As alluded to in greater detail herein, composite particles containing two or more distinct polymers, copolymers, etc. can be made in accordance with the invention, and usually encompasses forming these materials in two distinct polymerization stages utilizing, for example, conditions set forth herein.


In another embodiment, the invention may optionally further include the step of reacting the polymer containing reactive functionality with a second polymer containing reactive functionality such that the polymers containing reactive functionality crosslink, i.e., chemically crosslink. Examples of second polymers containing reactive functionality include, without limitation, ones that contain a nucleophilic functional group, such as alcohols (e.g., poly(hydroxyethyl acrylate) and poly(hydroxyethyl methacrylate)), primary and secondary amines (e.g. poly(2-aminoethyl methacrylate), poly(2-(tert-butylamino)ethyl methacrylate), and poly(2-(iso-propylamino)ethyl styrene)), and alkyl halides (e.g. poly(2-chloroethyl methacrylate). In a specific embodiment, the polymer containing reactive functionality may be applied with the second polymer containing reactive functionality to the substrate described herein such that these polymers become crosslinked. Moreover, in another embodiment, the polymer contains isocyanate reactive functionality and the second polymer contains an alcohol such that a urethane linkage is present between the two polymers. The crosslinking of the these polymers can be carried out using techniques that are known to one skilled in the art, and can be monitored by known means such as, for example, FTIR spectroscopy.


In another embodiment, the reactive functional polymer may react with a molecule containing a reactive functional group. Examples of such molecules include those containing a nucleophilic functional group such as, without limitation, an alcohol (e.g. methanol and octanol), a primary amine (e.g. ethylamine and 1-decylamine), a secondary amine (e.g. dimethylamine, diethylamine, and pyrrolidine), an alkyl halide (e.g. 1-chloropropane), and an amino acid (e.g. alanine and lysine). Other molecules that can be reacted with the reactive functional polymer, include, but are not limited to, peptides, enzymes (e.g. lipase and esterase), and proteins (e.g. insulin and bovine serum albumin). Combinations thereof can also be employed.

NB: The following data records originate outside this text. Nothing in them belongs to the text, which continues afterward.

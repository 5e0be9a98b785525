"""The canonical in-memory track model, and reading it from any importer's table.

Tracks are read through an importer plugin (raw columns), then mapped, converted to SI,
sorted and validated here, once, for every importer.

Reading streams whenever the importer offers ``iter_batches`` (Parquet row groups, CSV
chunks): a first pass looks at the particle ids only, to learn whether each particle's rows
are contiguous. If they are, particles are handed on as soon as their last row has been
read. If not, the validated rows are re-partitioned once into a temporary Parquet dataset
bucketed by particle id and read back bucket by bucket. Either way only about one batch
(or one bucket) of rows is in memory at a time.
"""

from __future__ import annotations

import dataclasses
import math
import pathlib
import tempfile
from collections.abc import Iterator, Mapping, Sequence

import numpy as np
from scipy import constants

from .errors import LagfieldError, TrackError, UnitError
from .units import unit_factor

REQUIRED_COLUMNS = ("particle", "t", "x", "y", "z")
MOMENTUM_COLUMNS = ("ux", "uy", "uz")
OPTIONAL_COLUMNS = ("charge", "weight")
CANONICAL_COLUMNS = REQUIRED_COLUMNS + MOMENTUM_COLUMNS + OPTIONAL_COLUMNS
DIMENSIONS = {"particle": None, "t": "time", "x": "length", "y": "length", "z": "length",
              "ux": "dimensionless", "uy": "dimensionless", "uz": "dimensionless",
              "charge": "charge", "weight": "dimensionless"}
BUCKET_ROWS = 1_000_000  # rows held in memory at once when a file must be re-partitioned
_ROW = "row"  # internal column: data row in the file, from 1, header excluded
_NAN_SPELLINGS = {"nan", "-nan", "+nan", "inf", "-inf", "+inf", "infinity", "-infinity"}


@dataclasses.dataclass(frozen=True, eq=False)
class Track:
    """One particle's sampled trajectory, in SI units.

    t_s: (n,) source times, strictly increasing.  position_m: (n, 3).
    u: (n, 3) normalized momentum γβ, or None when the file has none.
    charge_c: charge of one physical particle.  weight: physical particles it stands for.
    """

    particle: int
    t_s: np.ndarray
    position_m: np.ndarray
    u: np.ndarray | None
    charge_c: float
    weight: float = 1.0

    @property
    def n_samples(self) -> int:
        return int(self.t_s.shape[0])


class Tracks(Sequence):
    """The tracks of one file.

    Built by `read_tracks` it holds every `Track`, sorted by particle id. Built by
    `open_tracks` it holds none: iteration and `iter_chunks` stream them from the file
    again (ascending id within each batch of the file; indexing reads them all once).
    """

    def __init__(self, tracks, *, path=None, n_rows=None, has_momentum=None):
        self.path = pathlib.Path(path) if path is not None else None
        self._stream = None
        self._tracks = sorted(tracks, key=lambda tr: tr.particle)
        self.n_particles = len(self._tracks)
        self.n_rows = (int(n_rows) if n_rows is not None
                       else sum(tr.n_samples for tr in self._tracks))
        self.has_momentum = (bool(has_momentum) if has_momentum is not None
                             else any(tr.u is not None for tr in self._tracks))

    @classmethod
    def streaming(cls, stream, *, path, n_particles, n_rows, has_momentum) -> Tracks:
        """Tracks that call `stream()` for a fresh iterator of Track on every pass."""
        tracks = cls((), path=path, n_rows=n_rows, has_momentum=has_momentum)
        tracks._tracks, tracks._stream, tracks.n_particles = None, stream, int(n_particles)
        return tracks

    @property
    def streamed(self) -> bool:
        """True when the tracks are read from the file on every pass."""
        return self._tracks is None

    def __len__(self) -> int:
        return self.n_particles

    def __iter__(self) -> Iterator[Track]:
        return iter(self._tracks) if self._tracks is not None else self._stream()

    def __getitem__(self, index):
        if self._tracks is None:
            self._tracks = sorted(self._stream(), key=lambda tr: tr.particle)
        return self._tracks[index]

    def iter_chunks(self, n_particles: int) -> Iterator[list[Track]]:
        """Lists of at most `n_particles` tracks, for the engine to process in turn."""
        if n_particles < 1:
            raise ValueError(f"n_particles must be at least 1, got {n_particles}")
        chunk = []
        for track in self:
            chunk.append(track)
            if len(chunk) == n_particles:
                yield chunk
                chunk = []
        if chunk:
            yield chunk

    def __repr__(self) -> str:
        mode = "streamed" if self.streamed else "in memory"
        return (f"Tracks({self.path}, {self.n_particles} particles, {self.n_rows} rows, "
                f"{mode})")
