"""Bin integrals of E and B of one observer group, to which particles are added: per
particle the source span and samples (`sources`), then, in chunks, the compiled deposit
(kernels/deposit.py); spectra and fluence are fed the same source samples."""

from __future__ import annotations

import dataclasses

import numpy as np

from .constants import COULOMB, C
from .fluence import FluenceAccumulator
from .kernels import deposit
from .motion import Motion
from .retarded import span_arguments
from .sources import accelerated_part, radiation_stops, source_samples, source_span
from .spectra import SpectrumAccumulator

# Source samples buffered per deposit call: 14 floats each, held twice while a call is
# assembled (100,000: about 22 MiB at the peak; 500,000 cost 90 MiB more, no faster).
SAMPLES_PER_KERNEL_CALL = 100_000


@dataclasses.dataclass
class GroupFields:
    """Bin-averaged fields of one group. start_s (P,): first bin centre of each point;
    n_bins (P,); e_v_per_m, b_t (P, max_bins, 3), zero past n_bins[p]; spectra: a
    SpectrumAccumulator when spectra were asked."""

    group: object
    step_s: float
    start_s: np.ndarray
    n_bins: np.ndarray
    e_v_per_m: np.ndarray
    b_t: np.ndarray
    spectra: object = None
    fluence: object = None  # fluence.FluenceAccumulator: exact ε0c∫|E|²dt
    source_samples: int = 0  # source-time samples used, summed over particles

    def times(self, point: int) -> np.ndarray:
        return self.start_s[point] + self.step_s * np.arange(self.n_bins[point])


def extension_ends(motion: Motion, extend: str) -> np.ndarray:
    """(2, deposit.END_COLUMNS): time, position, velocity and 1/γ² of the track's first and
    last sample, where its ballistic extensions start (none with extend = "none")."""
    ends = np.empty((2, deposit.END_COLUMNS))
    times = np.array([motion.t_first, motion.t_last])
    r, beta, inv_g2, _ = motion.evaluate(times)
    ends[:, deposit.END_T] = times
    ends[:, deposit.END_X:deposit.END_X + 3] = r
    ends[:, deposit.END_BX:deposit.END_BX + 3] = beta
    ends[:, deposit.END_IG2] = inv_g2
    if extend == "none":
        ends[:, deposit.END_T] = (-np.inf, np.inf)
    return ends


class FieldAccumulator:
    """Bin integrals of one group, to which chunks of particles are added."""

    def __init__(self, group, start_s, n_bins, settings, spectrum=None):
        """settings: engine.FieldSettings; spectrum: spectra.SpectrumSettings or None."""
        self.group = group
        self.settings = settings
        self.start_s = start_s
        self.n_bins = n_bins
        self.edge0 = start_s - 0.5 * settings.step_s
        self.integrals = np.zeros((group.n_points, int(n_bins.max()), 6))
        self.geometry = group.geometry(settings.far_field)
        self._edges = (self.edge0, self.edge0 + n_bins * settings.step_s)  # observer times
        self._span_arguments = span_arguments(self.geometry, *self._edges, settings.extend)
        self._pending = []
        self._pending_samples = 0
        self.source_samples = 0
        stop_s = start_s + (n_bins - 1) * settings.step_s
        self.spectra = None
        if spectrum is not None:
            self.spectra = SpectrumAccumulator(group, start_s, stop_s, spectrum, self.geometry)
        self.fluence = FluenceAccumulator(group, start_s, stop_s, self.geometry,
                                          spectrum is None or spectrum.coherent)

    def add(self, motion: Motion) -> None:
        span, seen = source_span(motion, self.geometry, *self._edges, self.settings.extend,
                                 self._span_arguments)
        far = self.geometry.far
        if far:
            span, seen = accelerated_part(span, seen, motion)
            if span is None:
                return  # the window sees only extensions: no radiation
        t, state = source_samples(motion, self.group, self.geometry, span,
                                  self.settings.sampling_resolution_s(), seen,
                                  bin_s=self.settings.step_s)
        if far:
            t, state = radiation_stops(t, state, motion)
        scale = motion.track.charge_c * motion.track.weight
        ends = extension_ends(motion, self.settings.extend)
        state, reference = state[:4], state[4:]  # references: observer times keep digits
        charge_c, weight = motion.track.charge_c, motion.track.weight
        folded = (self.spectra is not None
                  and self.spectra.add(t, state, charge_c, weight, exact=self.fluence))
        if not folded:
            self.fluence.add(t, state, charge_c, weight)
        self._pending.append((t, state, scale, ends, reference))
        self._pending_samples += t.size
        self.source_samples += t.size
        if self._pending_samples >= SAMPLES_PER_KERNEL_CALL:
            self.flush()

    def flush(self) -> None:
        if not self._pending:
            return
        t = np.concatenate([p[0] for p in self._pending])
        pos, beta, inv_g2, beta_dot = (np.ascontiguousarray(np.concatenate(
            [p[1][i] for p in self._pending])) for i in range(4))
        offsets = np.concatenate([[0], np.cumsum([p[0].size for p in self._pending])])
        scale = np.array([p[2] for p in self._pending])
        ends = np.stack([p[3] for p in self._pending])
        reference = tuple(np.ascontiguousarray(np.concatenate([p[4][i] for p in self._pending]))
                          for i in range(3))
        args = (t, pos, beta, inv_g2, beta_dot, offsets.astype(np.int64), scale)
        geometry = self.geometry
        if geometry.far:
            deposit.deposit_far(*args, geometry.targets, geometry.distance_m, geometry.origins_m(),
                                self.edge0, self.settings.step_s, self.n_bins, self.integrals,
                                ends, reference)
        else:
            deposit.deposit_near(*args, geometry.targets, self.edge0, self.settings.step_s,
                                 self.n_bins, self.integrals, ends, reference)
        self._pending = []
        self._pending_samples = 0

    def result(self) -> GroupFields:
        """The group's fields; the accumulator is spent (its bin integrals become the fields,
        scaled in place: a copy of a large grid costs more than the deposit)."""
        self.flush()
        step = self.settings.step_s
        fields, self.integrals = self.integrals, None
        fields[:, :, :3] *= COULOMB / step
        fields[:, :, 3:] *= COULOMB / (C * step)
        e, b = fields[:, :, :3], fields[:, :, 3:]
        return GroupFields(self.group, step, self.start_s, self.n_bins, e, b, self.spectra,
                           self.fluence, source_samples=self.source_samples)


def add_results(first, second):
    """The sum of two lists of GroupFields of the same groups and grids (partial sums of
    different particles), written into `first`."""
    for a, b in zip(first, second, strict=True):
        a.e_v_per_m += b.e_v_per_m
        a.b_t += b.b_t
        if a.spectra is not None:
            a.spectra.spectrum += b.spectra.spectrum
            a.spectra.fluence += b.spectra.fluence
        if a.fluence is not None:
            a.fluence.merge(b.fluence)
        a.source_samples += b.source_samples
    return first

Optionally, the method of the invention may include other steps. For example, in one embodiment, the method may include separating the polymer containing reactive functionality from the reaction mixture. Preferably, the method further comprises applying the polymer containing reactive functionality to a substrate. Techniques for separating the polymer and applying to a substrate are known in the art and are described, for example, in U.S. Pat. No. 5,863,612 to DeSimone et al., the disclosure of which is incorporated herein by reference in its entirety. Examples of methods for separating the polymer include, without limitation, boiling off the carbon dioxide and leaving the polymer behind, and precipitation of the polymer into a non-solvent either by introducing a non-solvent to the reactor or the transfer of the reactor contents to another vessel containing a non-solvent for the polymer. In one embodiment, the separation and application steps may be carried out together and include, as an example, passing (e.g., spraying or spray-drying) a solution containing the polymer through an orifice to form particles, powder coatings, fibers, and other coatings on the substrates. A wide variety of substrates may be employed such as, without limitation, metals, organic polymers, inorganic polymers, textiles, and composites thereof. These application techniques are demonstrated for liquid and supercritical solutions.


Optionally, the polymer containing reactive functionality may be applied with a second polymer having reactive functionality to the substrate, and the polymers may thereafter be crosslinked by known techniques to form a crosslinked polymer coating on the substrate.


In another embodiment in which the polymer is in the form of a solid particle, the method of the invention may further include the step of polymerizing at least one additional monomer having ethylenic unsaturation in the presence of the solid particle to form a second polymer that becomes attached (either physically or chemically) to the solid particle to form a composite particle. Various olefinically unsaturated monomers can be used including, without limitation, those described hereinabove. Copolymers, terpolymers, and the like can also be formed in which case more than one monomer would be polymerized.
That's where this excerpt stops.